Statistics from the Shanghai Science and Technology Commission show that Shanghai scientists published 87 papers in top international scientific journals such as Science, Nature and Cell last year, accounting for 28.4 percent of the national total. The commission said that this demonstrates the city's increasing strength in basic research in strategic technological areas such as health, materials and security.

The city has also launched big scientific facilities, such as a super-intense and ultrashort laser system and translational medicine infrastructure. The construction of other major projects, including a seabed observation network and high-efficiency low-carbon gas turbine experimentation facilities, has also commenced.

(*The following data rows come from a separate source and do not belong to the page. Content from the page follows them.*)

static void test_hostile(const dt_doublet *d, dt_fit_workspace *w, gsl_rng *rng) {
  dt_fit_result r;
  dt_err e;
  int st;
  /* damped line: logN 21 (a DLA-like column) */
  {
    synth s = make(d, 5700, 6100, 0.5, 5000);
    dt_component truth[1] = {{20.5, 10.0, 0.0}};
    fill(&s, truth, 1, 50, rng, NULL);
    dt_component start[1] = {{21.0, 20.0, 30.0}};
    dt_fit_problem p = problem(&s, start, 1);
    p.vlo = -2000;
    p.vhi = 2000;
    st = dt_fit_run(w, &p, &r, &e);
    CHECK(st == DT_OK, "damped line: the fit converges (%s)", dt_status_str(st));
    CHECK_CLOSE(r.comp[0].logN, 20.5, 0.05, "damped logN recovered from the wings");
    CHECK(isfinite(r.chi2), "damped line: chi2 finite");
    unmake(&s);
  }
  /* b = 0.5 km/s on coarse pixels (0.5 A = 25 km/s, R 3000) */
  {
    synth s = make(d, 5860, 5930, 0.5, 3000);
    dt_component truth[1] = {{12.5, 0.5, 0.0}};
    fill(&s, truth, 1, 30, rng, NULL);
    dt_fit_problem p = problem(&s, truth, 1);
    st = dt_fit_run(w, &p, &r, &e);
    CHECK(st == DT_OK, "narrow line on coarse pixels: the fit converges (%s)", dt_status_str(st));
    /* unresolved and saturated: b and logN are poorly constrained, but a
       correct fit has chi2 within 5 standard deviations of its dof (chi2
       distribution: mean dof, variance 2 dof) and errors that cover the
       truth (3 sigma) */
    CHECK(chi2_fits(&r), "narrow line: chi2 %.1f for %ld degrees of freedom", r.chi2, r.dof);
    CHECK(covers(r.comp[0].logN, r.err[0].logN, 12.5) && covers(r.comp[0].v, r.err[0].v, 0.0),
          "narrow line: logN %.2f +- %.2f, v %.1f +- %.1f cover the truth (12.5, 0)",
          r.comp[0].logN, r.err[0].logN, r.comp[0].v, r.err[0].v);
    unmake(&s);
  }
  /* all-saturated cores and heavy blends */
  {
    synth s = make(d, 5880, 5910, 0.1, 20000);
    dt_component truth[3] = {{14.5, 6.0, -10.0}, {14.2, 8.0, 0.0}, {13.8, 5.0, 8.0}};
    fill(&s, truth, 3, 30, rng, NULL);
    dt_component start[3] = {{13.0, 10.0, -15.0}, {13.0, 10.0, 2.0}, {13.0, 10.0, 15.0}};
    dt_fit_problem p = problem(&s, start, 3);
    st = dt_fit_run(w, &p, &r, &e);
    CHECK(st == DT_OK, "saturated blend: the fit converges (%s)", dt_status_str(st));
    CHECK(chi2_fits(&r), "saturated blend: chi2 %.1f for %ld degrees of freedom", r.chi2, r.dof);
    for (int k = 0; k < 3; k++)
      CHECK(covers(r.comp[k].logN, r.err[k].logN, truth[k].logN) &&
                covers(r.comp[k].v, r.err[k].v, truth[k].v) && covers(r.comp[k].b, r.err[k].b, truth[k].b),
            "saturated blend component %d: the errors cover the truth (logN %.2f +- %.2f)", k + 1,
            r.comp[k].logN, r.err[k].logN);
    CHECK(isfinite(r.chi2_red), "saturated blend chi2_red finite");
    unmake(&s);
  }
  /* zero flux everywhere, and negative flux */
  for (int kind = 0; kind < 2; kind++) {
    synth s = make(d, 5880, 5910, 0.1, 20000);
    for (size_t i = 0; i < s.n; i++) {
      s.flux[i] = kind ? -0.5 : 0.0;
      s.sigma[i] = 0.05;
    }
    dt_component start[1] = {{12.0, 10.0, 0.0}};
    dt_fit_problem p = problem(&s, start, 1);
    st = dt_fit_run(w, &p, &r, &e);
    CHECK((st == DT_OK || st == DT_ENOCONV) && r.status == st && isfinite(r.chi2) &&
              !isnan(r.comp[0].logN) && (st == DT_OK || e.what[0]),
          "%s flux: finite result or clear failure (%s)", kind ? "negative" : "zero", dt_status_str(st));
    /* the model flux exp(-tau) lies in [0, 1]: zero flux is reached by a
       broad saturated line (chi2 -> 0); flux -0.5 with sigma 0.05 is at best
       10 sigma from the model flux 0 on every pixel: chi2 >= 100 n */
    if (kind == 0)
      CHECK(r.chi2_red < 1e-3, "zero flux: matched by a saturated line (chi2_red %g)", r.chi2_red);
    else
      CHECK(r.chi2 >= 100.0 * (double)r.npix * (1 - 1e-9) && r.chi2 <= 100.5 * (double)r.npix,
            "negative flux: chi2 %.1f at its floor 100 n = %.1f", r.chi2, 100.0 * (double)r.npix);
    unmake(&s);
  }
  /* masked, too few pixels, bad starts, limits */
  {
    synth s = make(d, 5880, 5910, 0.1, 20000);
    dt_component truth[1] = {{12.0, 10.0, 0.0}};
    fill(&s, truth, 1, 30, rng, NULL);
    dt_fit_problem p = problem(&s, truth, 1);
    memset(s.mask, 1, s.n);
    st = dt_fit_run(w, &p, &r, &e);
    CHECK(st == DT_EMASKED && r.status == DT_EMASKED && strstr(e.what, "usable pixels"),
          "all masked: DT_EMASKED (%s)", e.what);
    s.mask[10] = s.mask[11] = s.mask[12] = 0;
    st = dt_fit_run(w, &p, &r, &e);
    CHECK(st == DT_EMASKED, "3 pixels for 3 parameters: DT_EMASKED");
    memset(s.mask, 0, s.n);
    dt_component bad[1] = {{NAN, 10.0, 0.0}};
    p.comp = bad;
    CHECK(dt_fit_run(w, &p, &r, &e) == DT_EINVAL, "NaN start: DT_EINVAL (%s)", e.what);
    p.comp = truth;
    p.vlo = 10;
    p.vhi = 10;
    CHECK(dt_fit_run(w, &p, &r, &e) == DT_EINVAL, "empty velocity window: DT_EINVAL");
    p.vlo = -400;
    p.vhi = 400;
    p.ncomp = DT_MAX_COMP + 1;
    CHECK(dt_fit_run(w, &p, &r, &e) == DT_EINVAL, "too many components: DT_EINVAL");
    p.ncomp = 1;
    dt_component far[1] = {{10.5, 40.0, 150.0}};
    p.comp = far;
    p.max_iter = 1;
    st = dt_fit_run(w, &p, &r, &e);
    CHECK(st == DT_ENOCONV && r.status == DT_ENOCONV && strstr(e.what, "iteration"),
          "iteration limit: DT_ENOCONV (%s)", e.what);
    CHECK(isfinite(r.chi2) && isfinite(r.comp[0].logN), "best parameters reached are reported");
    p.max_iter = 0;
    p.time_limit = 1e-9;
    st = dt_fit_run(w, &p, &r, &e);
    CHECK(st == DT_ENOCONV && strstr(e.what, "time"), "time limit: DT_ENOCONV (%s)", e.what);
    p.time_limit = -1;
    /* nothing free: the chi2 of the given state */
    unsigned char all[1] = {DT_FREEZE_N | DT_FREEZE_B | DT_FREEZE_V};
    p.frozen = all;
    p.comp = truth;
    st = dt_fit_run(w, &p, &r, &e);
    CHECK(st == DT_OK && r.niter == 0 && r.dof == (long)r.npix, "all frozen: chi2 only");
    /* no components: chi2 of the continuum */
    p.frozen = NULL;
    p.ncomp = 0;
    st = dt_fit_run(w, &p, &r, &e);
    CHECK(st == DT_OK && r.ncomp == 0 && r.chi2 > 0, "no components: continuum chi2");
    unmake(&s);
  }
  CHECK(dt_fit_alloc(100, DT_MAX_COMP + 1, 0) == NULL, "workspace beyond DT_MAX_COMP refused");
  CHECK(dt_fit_alloc(0, 1, 0) == NULL, "workspace of 0 pixels refused");
}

Wang Nai, deputy director of the Promotion Office of the Construction of Scientific and Technological Innovation for Shanghai, said there are 14 national-level scientific infrastructure projects that will be put into operation by 2025.

A series of research and development institutes have also been inaugurated, including the Shanghai Research Center for Quantum Sciences, the International Innovation Center of Tsinghua University Shanghai, the Fudan University Human Phenome Institute and the China-Israel Innovation Hub.

Liu Minghua, a legislator for the city, said that she and some other lawmakers were delighted to see in the government work report that Shanghai's R&D expenditure accounted for 4 percent of its GDP last year, and the large investment will continue in the new year.

"The R&D expenditure ratio in the United States, Germany and Israel, which are famous for advanced innovation worldwide, were 2.8 percent, 3 percent and 4.6 percent respectively, and Shanghai's figure almost doubled the national average," said Liu, who is also managing partner at East China for Deloitte Touche Tohmatsu.

Wang Zhimin, a legislator for the city, said the bill will encourage innovation from not only government-funded research institutes but also companies in the areas of basic and applied research.

"This is particularly important to the further development of some of the city's key innovation zones, such as Zhangjiang in Pudong district, and will play a vital role in realizing Pudong's development goal of breaking 2 trillion yuan ($290 billion) in GDP in around seven years, doubling the figure of 2018," said Wang, who is also a researcher with the Chinese National Human Genome Center at Shanghai.